◆ Task objective
Below are some records. Return exactly the lines from the one containing "the others of" through the one containing "from adjust.observations import", both included, and only those.

════════════════

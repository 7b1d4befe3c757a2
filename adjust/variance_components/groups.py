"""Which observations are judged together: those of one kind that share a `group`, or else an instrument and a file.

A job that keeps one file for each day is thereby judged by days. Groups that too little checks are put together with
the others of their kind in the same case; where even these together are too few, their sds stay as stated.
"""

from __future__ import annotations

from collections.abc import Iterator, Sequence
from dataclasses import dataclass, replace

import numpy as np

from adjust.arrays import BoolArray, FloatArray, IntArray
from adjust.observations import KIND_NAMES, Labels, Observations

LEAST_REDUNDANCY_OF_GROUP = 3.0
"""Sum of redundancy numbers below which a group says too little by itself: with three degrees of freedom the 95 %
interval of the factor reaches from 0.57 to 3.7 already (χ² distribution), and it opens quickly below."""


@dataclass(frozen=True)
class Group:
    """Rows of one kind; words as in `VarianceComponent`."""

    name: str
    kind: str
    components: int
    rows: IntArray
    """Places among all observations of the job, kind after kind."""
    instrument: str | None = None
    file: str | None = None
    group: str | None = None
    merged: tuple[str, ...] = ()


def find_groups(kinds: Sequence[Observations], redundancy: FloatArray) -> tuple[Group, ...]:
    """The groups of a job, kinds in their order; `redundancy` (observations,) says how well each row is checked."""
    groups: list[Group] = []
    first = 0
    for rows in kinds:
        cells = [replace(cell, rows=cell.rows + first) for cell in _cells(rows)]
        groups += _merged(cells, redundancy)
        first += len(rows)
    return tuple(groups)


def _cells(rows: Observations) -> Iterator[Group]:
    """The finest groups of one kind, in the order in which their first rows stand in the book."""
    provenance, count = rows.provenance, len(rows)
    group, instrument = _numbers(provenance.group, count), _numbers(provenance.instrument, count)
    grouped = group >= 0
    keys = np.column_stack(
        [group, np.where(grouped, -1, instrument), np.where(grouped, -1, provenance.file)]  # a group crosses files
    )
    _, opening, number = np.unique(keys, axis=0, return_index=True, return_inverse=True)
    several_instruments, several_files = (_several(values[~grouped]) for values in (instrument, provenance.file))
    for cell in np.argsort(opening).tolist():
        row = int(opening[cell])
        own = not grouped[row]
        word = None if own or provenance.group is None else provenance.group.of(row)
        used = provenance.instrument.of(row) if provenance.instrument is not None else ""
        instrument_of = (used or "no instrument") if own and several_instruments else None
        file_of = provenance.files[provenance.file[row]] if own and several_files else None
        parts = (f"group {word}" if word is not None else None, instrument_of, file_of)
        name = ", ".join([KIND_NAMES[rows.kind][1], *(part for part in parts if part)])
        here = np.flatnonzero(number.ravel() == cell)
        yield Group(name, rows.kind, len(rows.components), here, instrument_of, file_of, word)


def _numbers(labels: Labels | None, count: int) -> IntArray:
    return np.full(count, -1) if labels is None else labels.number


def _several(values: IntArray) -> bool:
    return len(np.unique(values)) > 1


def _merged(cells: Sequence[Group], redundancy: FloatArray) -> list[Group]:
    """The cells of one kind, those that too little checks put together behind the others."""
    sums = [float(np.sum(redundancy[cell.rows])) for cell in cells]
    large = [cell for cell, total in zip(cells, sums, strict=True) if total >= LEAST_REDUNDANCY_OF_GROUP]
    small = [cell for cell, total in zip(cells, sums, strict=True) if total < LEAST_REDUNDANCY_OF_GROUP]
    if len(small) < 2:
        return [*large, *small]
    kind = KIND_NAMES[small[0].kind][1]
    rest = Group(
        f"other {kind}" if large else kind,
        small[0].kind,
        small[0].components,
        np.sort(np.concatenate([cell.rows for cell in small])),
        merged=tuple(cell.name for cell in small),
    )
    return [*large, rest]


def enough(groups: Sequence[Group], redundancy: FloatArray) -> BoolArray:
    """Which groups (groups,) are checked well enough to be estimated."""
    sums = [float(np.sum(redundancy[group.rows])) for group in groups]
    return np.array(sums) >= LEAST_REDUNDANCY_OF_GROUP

════════════════

◆ Result of the task
the others of their kind in the same case; where even these together are too few, their sds stay as stated.
"""

from __future__ import annotations

from collections.abc import Iterator, Sequence
from dataclasses import dataclass, replace

import numpy as np

from adjust.arrays import BoolArray, FloatArray, IntArray
from adjust.observations import KIND_NAMES, Labels, Observations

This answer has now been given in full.